Part of the effort to develop the Clinical Genome Resource, or ClinGen — a National Institutes of Health-funded project to build a framework for evaluating and describing the roles that genomic variants play in disease development — involves setting standards for gathering and depositing data into public resources.
This task has been given to a team comprising researchers from Brigham and Women's Hospital, the Geisinger Health System, University of Utah, and the University of California, San Francisco. Over the next three years, they'll use an $8.25 million grant from the NIH's National Human Genome Research Institute and the National Institute for Child Health and Human Development to develop standard formats for gathering and depositing genotype and phenotype data into the National Center for Biotechnology Information's ClinVar database. They'll work with clinical laboratories and specific gene databases to obtain genomic variant and disease association data and will also develop standards for determining the potential pathogenicity and medical utility of variants.
The grant is part of a larger $25 million award spread over three research groups to collect and share detailed data about genomic variants relevant to human disease and useful for clinical practice. The funds will cover the development of standards for categorizing and curating variants based on clinical relevance, standards for collecting and formatting data stored in public resources, and informatics applications for predicting disease risk and prioritizing variants for more in-depth studies.
Heidi Rehm, director of the Laboratory for Molecular Medicine at the Partners Healthcare Center for Personalized Genetic Medicine, told BioInform her group's part in the ClinGen project involves figuring out what variant data ClinVar should hold and how laboratories should structure and submit that information. They're also working to establish appropriate terminologies for categorizing and classifying variants, for example, "do we call them pathogenic, do we say disease associated, do we say probably, possibly, likely pathogenic?" she said.
Also being developed are evidence-based methods of classifying the genes themselves with respect to disease. These criteria would make it possible to classify genes as haploinsufficient or triplosensitive with respect to copy number changes, for instance, she said.

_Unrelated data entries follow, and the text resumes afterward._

import { HttpErrorResponse } from '@angular/common/http';
import {
  ChangeDetectionStrategy,
  Component,
  type OnInit,
  inject,
  input,
  output,
  signal,
} from '@angular/core';
import { FormArray, FormControl, FormGroup, ReactiveFormsModule, Validators } from '@angular/forms';
import { MatButtonModule } from '@angular/material/button';
import { MatFormFieldModule } from '@angular/material/form-field';
import { MatIconModule } from '@angular/material/icon';
import { MatInputModule } from '@angular/material/input';
import { MatSelectModule } from '@angular/material/select';
import type {
  CreateStopwatchRequest,
  Measurement,
} from '../../../../../shared/contracts/measurements';
import type { UnitSystem } from '../../../../../shared/scenario';
import { readApiError } from '../../../core/http/read-api-error';
import { QuantityInput } from '../../../ui/quantity-input/quantity-input';
import { MeasurementsApi } from '../measurements-api';

/** One timed cycle as typed: times as a stopwatch shows them, marks in SI (m) or empty. */
interface CycleControls {
  bed: FormControl<string>;
  fillTime: FormControl<string>;
  drainTime: FormControl<string>;
  highMark: FormControl<number | null>;
  lowMark: FormControl<number | null>;
}

/** A reading like "4:10", "1:02:03", "250" or "4.2 min". */
const READING = /^\s*(\d+(:\d{1,2}){0,2}(\.\d+)?|\d+(\.\d+)?\s*[a-z]+)\s*$/i;

/**
 * Type in cycles timed by hand: per bed, the fill time (from the siphon breaking to it starting
 * again), the drain time, and optionally the high and low marks read on a ruler. Each row is
 * one cycle; several rows of a bed are averaged.
 */
@Component({
  selector: 'tw-stopwatch-form',
  imports: [
    MatButtonModule,
    MatFormFieldModule,
    MatIconModule,
    MatInputModule,
    MatSelectModule,
    QuantityInput,
    ReactiveFormsModule,
  ],
  templateUrl: './stopwatch-form.html',
  styleUrl: './stopwatch-form.scss',
  changeDetection: ChangeDetectionStrategy.OnPush,
})
export class StopwatchForm implements OnInit {
  /** The system the log belongs to. */
  readonly systemId = input.required<string>();
  /** The system's bed ids. */
  readonly beds = input.required<readonly string[]>();
  /** The reader's unit system. */
  readonly system = input<UnitSystem>('metric');
  /** Emitted with the stored log. */
  readonly saved = output<Measurement>();

  private readonly api = inject(MeasurementsApi);
  protected readonly name = new FormControl('Stopwatch log', {
    nonNullable: true,
    validators: [Validators.required],
  });
  protected readonly cycles = new FormArray<FormGroup<CycleControls>>([]);
  protected readonly busy = signal(false);
  protected readonly error = signal<string | null>(null);

  /** Starts with one empty row (the inputs are set by now). */
  ngOnInit(): void {
    this.addCycle();
  }

  /** Adds a row for one more timed cycle (same bed as the last row). */
  protected addCycle(): void {
    const last = this.cycles.at(this.cycles.length - 1) as FormGroup<CycleControls> | undefined;
    const reading = (): FormControl<string> =>
      new FormControl('', {
        nonNullable: true,
        validators: [Validators.required, Validators.pattern(READING)],
      });
    this.cycles.push(
      new FormGroup<CycleControls>({
        bed: new FormControl(last?.controls.bed.value ?? this.beds()[0] ?? '', {
          nonNullable: true,
          validators: [Validators.required],
        }),
        fillTime: reading(),
        drainTime: reading(),
        highMark: new FormControl<number | null>(null),
        lowMark: new FormControl<number | null>(null),
      }),
    );
  }

  /** Removes one row. */
  protected removeCycle(index: number): void {
    this.cycles.removeAt(index);
  }

  /** Stores the log; the server checks every reading and names the row at fault. */
  protected async save(): Promise<void> {
    if (this.cycles.invalid || this.name.invalid) {
      this.cycles.markAllAsTouched();
      return;
    }
    const request: CreateStopwatchRequest = {
      name: this.name.value,
      entries: this.cycles.getRawValue().map((c) => ({
        bed: c.bed,
        fillTime: c.fillTime.trim(),
        drainTime: c.drainTime.trim(),
        ...(c.highMark !== null ? { highMark: c.highMark } : {}),
        ...(c.lowMark !== null ? { lowMark: c.lowMark } : {}),
      })),
    };
    this.busy.set(true);
    this.error.set(null);
    try {
      this.saved.emit(await this.api.createStopwatch(this.systemId(), request));
      this.cycles.clear();
      this.addCycle();
    } catch (error) {
      const body = error instanceof HttpErrorResponse ? readApiError(error.error) : null;
      const fields = body?.error.fields?.map((f) => `${f.path}: ${f.message}`).join(' ') ?? '';
      this.error.set(
        body
          ? `${body.error.message} ${fields}`.trim()
          : 'The server could not be reached; try again.',
      );
    } finally {
      this.busy.set(false);
    }
  }
}
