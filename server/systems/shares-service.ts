/** Sharing a system with named users as viewer or editor (owner only). No HTTP objects here. */
import type { Share, ShareList, ShareRequest } from '../../shared/contracts/systems';
import type { SessionUser } from '../auth/session-user';
import { requireSystemAccess } from '../auth/system-access';
import type { Database } from '../db/database';
import { badRequest, HttpError, notFound } from '../http/http-error';
import {
  deleteShare,
  findUserByEmail,
  listShares,
  upsertShare,
  type ShareRow,
} from './systems-repository';

type User = Pick<SessionUser, 'id'>;

const toShare = (row: ShareRow): Share => ({
  userId: row.userId,
  email: row.email,
  name: row.name,
  access: row.access === 'editor' ? 'editor' : 'viewer',
  createdAt: row.createdAt.toISOString(),
});

/** `GET /api/systems/:id/shares`. */
export async function listSystemShares(
  db: Database,
  user: User,
  systemId: string,
): Promise<ShareList> {
  await requireSystemAccess(db, user, systemId, 'owner');
  return { items: (await listShares(db, systemId)).map(toShare) };
}

/** `POST /api/systems/:id/shares`: shares with the account of `email`, or changes its access. */
export async function shareSystem(
  db: Database,
  user: User,
  systemId: string,
  request: ShareRequest,
): Promise<Share> {
  const { system } = await requireSystemAccess(db, user, systemId, 'owner');
  const target = await findUserByEmail(db, request.email);
  if (!target) {
    throw new HttpError(
      404,
      'USER_NOT_FOUND',
      'No Tidewright account uses that e-mail address; ask them to register first.',
      [{ path: 'email', message: 'No account uses this address.' }],
    );
  }
  if (target.id === system.ownerId) {
    throw badRequest('You own this system already; share it with someone else.', [
      { path: 'email', message: 'This is the owner of the system.' },
    ]);
  }
  await upsertShare(db, system.id, target.id, request.access);
  const row = (await listShares(db, system.id)).find((share) => share.userId === target.id);
  if (!row) throw new Error('A share just written was not found.');
  return toShare(row);
}

/** `DELETE /api/systems/:id/shares/:userId`. */
export async function unshareSystem(
  db: Database,
  user: User,
  systemId: string,
  userId: string,
): Promise<void> {
  const { system } = await requireSystemAccess(db, user, systemId, 'owner');
  const uuid = /^[0-9a-f]{8}-[0-9a-f]{4}-[0-9a-f]{4}-[0-9a-f]{4}-[0-9a-f]{12}$/i;
  if (!uuid.test(userId) || !(await deleteShare(db, system.id, userId)))
    throw notFound('That share');
}
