/**
 * The physical dimensions a scenario value can have. `diameter` is a length that the UI shows in
 * millimetres or inches; `temperature` is kept in degrees Celsius (not kelvin) everywhere.
 */
export type Dimension =
  | 'length'
  | 'diameter'
  | 'area'
  | 'volume'
  | 'time'
  | 'flow'
  | 'power'
  | 'temperature'
  | 'dimensionless';

/**
 * For each dimension: the unit a plain number is read in (SI, except degC for temperature), a
 * word for messages, and an example string for messages.
 */
export const DIMENSION_INFO: Readonly<
  Record<Dimension, { siUnit: string; noun: string; example: string }>
> = {
  length: { siUnit: 'm', noun: 'a length', example: '"0.3 m" or "12 in"' },
  diameter: { siUnit: 'm', noun: 'a diameter', example: '"25 mm" or "1 in"' },
  area: { siUnit: 'm^2', noun: 'an area', example: '"0.5 m^2" or "4 ft^2"' },
  volume: { siUnit: 'm^3', noun: 'a volume', example: '"500 L" or "100 gal"' },
  time: { siUnit: 's', noun: 'a time', example: '"90 s" or "2 h"' },
  flow: { siUnit: 'm^3/s', noun: 'a flow rate', example: '"300 L/h" or "5 gal/min"' },
  power: { siUnit: 'W', noun: 'a power', example: '"35 W"' },
  temperature: { siUnit: 'degC', noun: 'a temperature', example: '"24 degC" or "75 degF"' },
  dimensionless: { siUnit: '', noun: 'a plain number', example: '0.6' },
};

These efforts overlap with those of a second group that is developing standards for ClinGen. That team, led by researchers at the University of North Carolina, Chapel Hill, was awarded $8.4 million over four years to standardize methods of defining the clinical validity and actionabilty of variants in diseases such as cancer, cardiovascular disease, and metabolic disorders. They're also exploring methods of making curated genetic information a part of clinical care by integrating resources like ClinVar with electronic health records so that physicians can access and use the data as needed (see related story this issue).
Rehm's team has formed a series of working groups to handle different aspects of the standards development process. These include a structural variants workgroup, a phenotyping workgroup, and one focused on IT standards. They'll use guidelines for interpreting sequence variants provided by the American College of Medical Genetics and Genomics as well as standards developed by the Health Level Seven organization. They're also working with developers from the Sequence Ontology and the Human Phenotype Ontology projects among other groups.
They'll also work on methods of structuring data so that it's both interoperable and shareable across labs and systems as well as on defining data submission formats. Efforts here will include defining the most useful data fields to include in ClinVar as well as determining standards for how data will be structured within those fields. For example, a data field for cDNA coordinates might use nomenclature developed by the Human Genome Variation Society to describe data within the field, she said. Also, a phenotype data field might require that submitted data be defined according a particular ontology or a SNOMED code, for instance.
Rehm's group has also formed the International Collaboration for Clinical Genomics to assume the responsibility of providing long-term support for clinical variant collection, curation, and sharing efforts. ICCG is a partnership between the International Standards for Cytogenomic Arrays, or ISCA, consortium and members of the sequencing community. Initially, ISCA was founded in 2007 and focused initially on standardizing and sharing structural variation data from chromosomal microarray testing. Recognizing that the sequencing community had to deal with similar variant data-sharing issues, the two groups decided to merge and expand ISCA's original focus to include sequence-level variation as well.
ICCG is intended to support data collection, curation, and sharing efforts long term, Rehm said. Its goals essentially cover the same territory as the NIH-funded efforts do. They include developing standard methods for submitting and sharing data including consistent descriptions, annotations, and clinical classifications of variants as well as facilitating the submission of genotype and phenotype information into ClinVar. It will also work on improved curation methods to ensure that variants are properly classified based on functional significance and their role in human health and disease.
Membership in the ICCG is open to both individuals and institutions. Current members include Arup Laboratories, Alberta Children's Hospital, Beth Israel Deaconess Medical Center, Boston Children's Hospital, Duke University Health System, the Wellcome Trust Sanger Institute, and many more.